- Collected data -
--------------------------------

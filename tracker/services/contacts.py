"""The contact log and what goes with it: contacts, wishes, letters sent, results from other
centres, bookings and discharges (schema revision 0012; docs/contacts-and-letters.md).

Entry points (the CLI and the web forms call these; each runs inside the caller's write
transaction, :func:`tracker.store.database.writing`):

* :func:`record_contact`, :func:`record_booking`, :func:`cancel_booking`, :func:`record_wish`,
  :func:`end_wish`, :func:`record_letter_sent`, :func:`record_letter_reply`,
  :func:`record_external_result`, :func:`record_discharge`: one write each, checked field by field
  exactly as the importer checks a cell of the matching layout (``tracker.io.layouts``), audited
  (:func:`tracker.store.audit.record`, action ``record``), returning the stored record as a dict
  (codes, ISO dates) with its ``audit_id``;
* :func:`contact_state`: one person's current state, derived from the log with its date;
* :func:`load_contact_events`: the log of the families in a scope, as a pandas frame.

Bad input raises :class:`tracker.io.reading.InputRejected` with one :class:`Problem` whose
``column`` is the field name (``on``, ``channel``, ``by``, ``outcome``, ``later``, ``via``,
``notes``, ...) and whose ``file`` names the form (``contact``, ``booking``, ...); nothing is
written.  Every write ends in :func:`_after_write`, which refreshes the family's stored recall
proposals in the same transaction.
"""

from __future__ import annotations

import datetime as dt
from typing import TYPE_CHECKING, Any

from sqlalchemy import Connection, insert, select, update

from tracker.domain import vocabulary as V
from tracker.io.reading import InputRejected, Problem
from tracker.store import audit
from tracker.store.contact_log import append_event
from tracker.store.models import (
    Booking,
    ContactWish,
    Discharge,
    ExternalResult,
    Family,
    GeneticResult,
    LetterSent,
    Person,
    Variant,
    VariantClassification,
)

if TYPE_CHECKING:
    import pandas as pd
    from tracker.store.repository import Scope

# How far ahead a booked visit or a "contact me later" date may be: beyond this a date is taken for a
# typing mistake (engineering limit, not a clinical figure).
MAX_YEARS_AHEAD = 5
MAX_NOTES = 4000  # as the importer's text cells (tracker.io.columns.MAX_TEXT)


# --------------------------------------------------------------------------- checking fields


def _refuse(form: str, field: str, message: str) -> InputRejected:
    return InputRejected([Problem(form, None, field, message)])


def _text(form: str, field: str, value: Any, *, required: bool = False, limit: int = MAX_NOTES,
          today: dt.date | None = None) -> str | None:  # fmt: skip
    """A free-text field checked as the importer checks a text cell (length, control and invisible characters)."""
    import pandas as pd

    from tracker.io.columns import Column, parse

    if value is None:
        value = ""
    if not isinstance(value, str):
        raise _refuse(form, field, "must be text")
    parsed = parse(Column(field, "text", required=required, max_length=limit), pd.Series([value.strip()]),
                   today or dt.date.today())  # fmt: skip
    error = parsed.errors.iloc[0]
    if error is not None:
        raise _refuse(form, field, str(error))
    v = parsed.values.iloc[0]
    return None if v is None or (isinstance(v, float) and pd.isna(v)) else str(v)
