def _family_features(
    members: list[dict],
    facts: Mapping[str, PersonFacts],
    variant: VariantInfo | None,
    results: pd.DataFrame,
) -> tuple[frozenset[str], dict[str, str]]:
    """:func:`family_features` from the members' rows (as records)."""
    reasons: dict[str, str] = {}
    if variant is not None and variant.current_class in ACTIONABLE_CLASSES:
        reasons["plp_variant"] = (
            f"{variant.gene} {variant.key} classified {variant.current_class.replace('_', ' ')} "
            f"on {variant.classified_on.isoformat()}"
        )
    affected = [p for p, f in facts.items() if f.affected_status == "affected"]
    if len(affected) > 1:
        reasons["familial_disease"] = f"{len(affected)} affected members: {', '.join(affected)}"
    elif len(affected) == 1:
        reasons["isolated_case"] = f"one affected member: {affected[0]}"
    births = {r["person"]: _partial(r["birth_date"]) for r in members}
    diagnosed = {r["person"]: (int(float(r["diagnosis_age"])), _text(r.get("diagnosis_place")))
                 for r in members if not _blank(r.get("diagnosis_age"))}  # fmt: skip
    early = []
    for p in [*affected, *(p for p in diagnosed if p not in affected)]:
        ages = []  # (age in years, words)
        if p in diagnosed:
            age, place = diagnosed[p]
            ages.append((float(age), f"diagnosed at {age} y" + (f" ({place})" if place else "") + ", recorded age"))
        b, on = births.get(p), facts[p].first_affected_on if p in facts else None
        if p in affected and b is not None and on is not None:
            age = age_at(b, on).years
            ages.append((age, f"affected at {age:.1f} y at the first assessment recorded as affected"))
        if ages:
            age, words = min(ages)
            if age < EARLY_ONSET_AGE_YEARS:
                early.append(f"{p} ({words})")
    if early:
        reasons["early_onset"] = f"affected before {EARLY_ONSET_AGE_YEARS} y: " + ", ".join(early)
    sudden, from_notes = [], []
    for r in members:
        if _text(r.get("vital_status")) != "deceased":
            continue
        cause = _text(r.get("death_cause"))
        if cause == "sudden":
            age = "" if _blank(r.get("death_age")) else f" at {int(float(r['death_age']))} y"
            sudden.append(r["person"] + age)
        elif cause is None and not _blank(r.get("notes")) and "sudden" in str(r["notes"]).lower():
            from_notes.append(r["person"])  # fallback for records without a cause of death
    if sudden or from_notes:
        parts = []
        if sudden:
            parts.append("deceased member with sudden death recorded as the cause of death: " + ", ".join(sudden))
        if from_notes:
            parts.append("from the notes only (cause of death not recorded; record it): " + ", ".join(from_notes))
        reasons["sudden_death"] = "; ".join(parts)
    if variant is None and results is not None and len(results):
        nvf = {
            p for p, test, result in zip(results["person"].tolist(), results["test_type"].tolist(),
                                         results["result"].tolist())
            if _is(test, "diagnostic_panel") and _is(result, "no_variant_found")
        }  # fmt: skip
        if nvf:
            reasons["genotype_negative_family"] = (
                "no variant recorded; diagnostic panel found no variant in " + ", ".join(sorted(nvf))
            )
    return frozenset(reasons), reasons
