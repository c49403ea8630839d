"""Review flags: wall-thickness criteria that cannot be assessed, and progression flags that say
which test fired.

Sources named beside each check: PHN 2017 IVSd z-score model, Z = (X_cm / BSA^0.40 - 0.58) / 0.09,
valid BSA 0.1-2.2 m2 (Lopez et al., Circ Cardiovasc Imaging 2017, coefficient table [V];
normal-limits.md section 5a); Detroit 2008 log-cubic IVSd model (Pettersen et al. 2008 [V2]);
ESC 2023 child rule z > 2 and adult relative rule >= 13 mm (Arbelo et al. [V]; guidelines.md
section 4); least significant change 2.77 x Sw (Bland & Altman 1999 [V]); ASE/EACVI 2015 LAVI
upper limit 34 mL/m2 (Lang et al. [V2]).  All people and values are invented.
"""

from __future__ import annotations

import dataclasses
import datetime as dt

import numpy as np
import pandas as pd
import pytest

from tracker.engines import family_state as fs
from tracker.engines import review
from tracker.normals import paediatric

ESC = "esc_2023"


def people(*rows):
    return pd.DataFrame(rows, columns=["person", "family", "sex_at_birth", "birth_date"])


def studies(*rows):
    cols = ["person", "study_date", "modality", "site", "height_cm", "weight_kg", "measure", "value", "unit"]
    return pd.DataFrame(rows, columns=cols)


def at_age(birth: str, age: float) -> str:
    return (dt.date.fromisoformat(birth) + dt.timedelta(days=round(age * 365.2425))).isoformat()


def _assess(p, s, rel=(), pos=()):
    return review.assess_measurements(review.build_measurements(p, s), guideline=ESC, relative_of_affected=set(rel),
                                      genotype_positive=set(pos))  # fmt: skip


def _table(m, rel=(), pos=(), **kw):
    return review.trend_table(m, guideline=ESC, relative_of_affected=set(rel), genotype_positive=set(pos), **kw)


# --------------------------------------------------------------------------- criteria not assessable


def test_phn_smallest_z_is_at_the_largest_bsa_and_matches_the_published_model():
    # PHN IVSd model (Lopez 2017 [V]): z falls with BSA, so its smallest value is at BSA 2.2 m2
    assert paediatric.smallest_z_bsa("mwt_echo") == 2.2
    got = paediatric.smallest_z("mwt_echo", [20.0, 9.0], [17.5, 10.0])
    by_hand = (np.array([2.0, 0.9]) / 2.2**0.40 - 0.58) / 0.09
    assert got["z_min"] == pytest.approx(by_hand)
    # outside the set's age range (0-18 y): no bound
    assert np.isnan(paediatric.smallest_z("mwt_echo", 20.0, 18.5)["z_min"])


def test_detroit_smallest_z_is_the_minimum_over_its_bsa_range():
    # reference computation: a dense grid over the Detroit BSA range 0.15-2.0 m2 (Pettersen 2008 [V2])
    grid = np.linspace(0.15, 2.0, 20001)
    z = paediatric.z_scores("ivsd", 12.0, grid, 10.0, "detroit2008")["z"]
    got = paediatric.smallest_z("ivsd", 12.0, 10.0, "detroit2008")
    assert float(got["z_min"]) == pytest.approx(z.min(), abs=1e-6)
    assert float(got["bsa_m2"]) == pytest.approx(grid[z.argmin()], abs=1e-3)
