def _pedigrees(rng, n_fam: int) -> dict:
    F, S = n_fam, N_SLOTS
    active = np.zeros((F, S), dtype=bool)
    active[:, :2] = True
    n2 = rng.choice([1, 2, 3], size=F, p=[0.40, 0.45, 0.15])
    active[:, 2:5] = np.arange(3)[None, :] < n2[:, None]
    part2 = rng.random((F, 3)) < 0.75
    part2[:, 0] = True
    active[:, 5:8] = active[:, 2:5] & part2
    n3 = rng.choice([0, 1, 2, 3], size=(F, 3), p=[0.25, 0.40, 0.27, 0.08])
    n3[:, 0] = np.maximum(n3[:, 0], 1)
    active[:, 8:17] = (active[:, 5:8][:, :, None] & (np.arange(3)[None, None, :] < n3[:, :, None])).reshape(F, 9)
    active[:, 17:26] = active[:, 8:17] & (rng.random((F, 9)) < 0.45)
    four = rng.random(F) < 0.5
    n4 = rng.choice([0, 1, 2], size=(F, 9), p=[0.3, 0.4, 0.3])
    active[:, 26:44] = (
        (active[:, 17:26] & four[:, None])[:, :, None] & (np.arange(2)[None, None, :] < n4[:, :, None])
    ).reshape(F, 18)

    # Sex: founders male/female, children at random, partners the opposite sex of their spouse.
    male = rng.random((F, S)) < 0.5
    male[:, 0], male[:, 1] = True, False
    for s in range(S):
        if not BLOOD[s]:
            male[:, s] = ~male[:, SPOUSE[s]]

    # Births (day numbers): founders by year; a partner within a few years of the spouse;
    # a child 20-38 years after the younger parent (modelling choices).
    birth = np.zeros((F, S), dtype=np.int64)
    f_year = rng.integers(1912, 1936, size=F)
    birth[:, 0] = _july_first(f_year)
    m_year = np.clip(f_year + np.round(rng.normal(-2, 3, size=F)).astype(int), 1910, 1940)
    birth[:, 1] = _july_first(m_year)
    gap = _uniform(rng, 20.0, 38.0, (F, S)) * 365.25
    spread = np.clip(rng.normal(0.0, 3.0, (F, S)), -8, 8) * 365.25
    for s in range(2, S):
        if BLOOD[s]:
            if PARENT[s] == -2:
                older = np.maximum(birth[:, 0], birth[:, 1])
            else:
                older = np.maximum(birth[:, PARENT[s]], birth[:, SPOUSE[s]])
            birth[:, s] = older + gap[:, s].astype(np.int64)
        else:
            birth[:, s] = birth[:, SPOUSE[s]] + spread[:, s].astype(np.int64)
    # Nobody is born after mid-2025 (the youngest are at least a year old at the end).
    active &= birth <= _day(dt.date(2025, 6, 30))
    # Founders live 50-92 years (modelling choice), dying before 2025.
    death = np.full((F, S), NO_DAY, dtype=np.int64)
    for s in (0, 1):
        y = (f_year if s == 0 else m_year) + rng.integers(50, 93, size=F)
        y = np.minimum(y, 2024)
        death[:, s] = _july_first(y)
    # Members beyond the 15th (in slot order, so descendants go first) are left out.
    active &= np.cumsum(active, axis=1) <= MAX_MEMBERS
    return {"active": active, "male": male, "birth": birth, "death": death,
            "f_year": f_year, "m_year": m_year}  # fmt: skip
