@pytest.mark.parametrize(("edges", "error", "message"), BAD_DICTS, ids=repr)
def test_bad_dicts_are_refused(edges: Any, error: type[Exception], message: str) -> None:
    with pytest.raises(error, match=message):
        crystal_from_edges(3, edges)


def test_unknown_label_and_lookup_errors() -> None:
    with pytest.raises(ValueError, match="'q', which is not among the labels"):
        crystal_from_edges(3, {1: {"a": "q"}}, labels=["a", "b"])
    c = crystal_from_edges(2, {1: {"a": "b"}})
    with pytest.raises(ValueError, match="no vertex is labelled 'z'"):
        c.vertex("z")
    with pytest.raises(TypeError, match="label must be hashable"):
        c.vertex(["a"])  # type: ignore[arg-type]
    with pytest.raises(ValueError, match=r"v must be in 0..1"):
        c.label(2)


def _boom(i: int, x: int) -> int:
    raise KeyError(x)


def test_operators_that_raise_are_reported_and_chained() -> None:
    with pytest.raises(ValueError, match=r"f_1 raised KeyError at vertex 7") as info:
        crystal_from_operators(3, _boom, [7])
    assert isinstance(info.value.__cause__, KeyError)
    with pytest.raises(ValueError, match=r"e_2 raised ZeroDivisionError at vertex 'x'") as info:
        crystal_from_operators(3, lambda i, x: None, ["x"], raising=lambda i, x: i / (i - 2))
    assert isinstance(info.value.__cause__, ZeroDivisionError)
    with pytest.raises(ValueError, match=r"weight raised ValueError at vertex 0") as info:
        crystal_from_operators(2, lambda i, x: None, [0], weight=lambda x: [int("no")])
    assert isinstance(info.value.__cause__, ValueError)


BAD_OPERATORS: list[tuple[dict[str, Any], type[Exception], str]] = [
    ({"lowering": lambda i, x: [x]}, TypeError, r"f_1\(0\) is an unhashable list"),
    ({"seeds": [[0]]}, TypeError, r"seeds\[0\] is an unhashable list"),
    ({"seeds": [None]}, ValueError, r"seeds\[0\] is None"),
    ({"seeds": 5}, TypeError, "seeds must be an iterable"),
    ({"lowering": [lambda x: None]}, ValueError, "lowering must hold n - 1 = 2 callables"),
    ({"lowering": [None, None]}, TypeError, r"lowering\[0\] must be callable"),
    ({"lowering": 3}, TypeError, "lowering must be a callable"),
    ({"weight": lambda x: (0, 0)}, ValueError, r"weight\(0\) must have n = 3 entries"),
    ({"weight": lambda x: (0, 0, 0.5)}, TypeError, r"weight\(0\)\[2\] must be an integer"),
    ({"weight": lambda x: 3}, TypeError, r"weight\(0\) must be 3 integers"),
    ({"limit": 0}, ValueError, "limit must be a positive integer"),
    (
        {"lowering": lambda i, x: x + 1 if x < 2 else None, "weight": lambda x: (0, 0, 0)},
        ValueError,
        "weights are inconsistent with the edge 0 -1-> 1",
    ),
    (
        {
            "lowering": lambda i, x: 1 if x == 0 else None,
            "raising": lambda i, x: 5 if x == 1 else None,
        },
        ValueError,
        r"not partial bijections: f_1\(0\) = 1 and e_1\(1\) = 5",
    ),
    (
        {"lowering": lambda i, x: 9 if x < 2 else None, "seeds": [0, 1]},
        ValueError,
        r"not partial bijections: f_1\(0\) = 9 and f_1\(1\) = 9",
    ),
]


@pytest.mark.parametrize(("kwargs", "error", "message"), BAD_OPERATORS, ids=repr)
def test_bad_operators_are_refused(
    kwargs: dict[str, Any], error: type[Exception], message: str
) -> None:
    args: dict[str, Any] = {"lowering": lambda i, x: None, "seeds": [0], **kwargs}
    with pytest.raises(error, match=message):
        crystal_from_operators(3, **args)


def test_huge_n_is_refused_not_looped_over() -> None:
    with pytest.raises(druse.TooLargeError, match="operator arrays of 999999999999 colours"):
        crystal_from_edges(10**12, [])
    with pytest.raises(druse.TooLargeError, match="use a smaller n"):
        crystal_from_operators(10**12, lambda i, x: None, [0])


def test_bad_n() -> None:
    with pytest.raises(ValueError, match="n must be a positive integer"):
        crystal_from_edges(0, [])
    with pytest.raises(TypeError, match="n must be an integer"):
        crystal_from_operators(2.0, lambda i, x: None, [0])  # type: ignore[arg-type]
    c = crystal_from_edges(1, [], size=2)  # GL_1: no operators, weights derived as (0,)
    assert c.weights().tolist() == [[0], [0]]
    with pytest.raises(ValueError, match=r"i must be in 1\.\.0, which is empty"):
        crystal_from_edges(1, [[0, 1, 1]])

--------------------------------

- ACTIVITY -
Within the records above, find every line containing "criteria" and report only how many there are.

- SOLVED PROBLEM -
2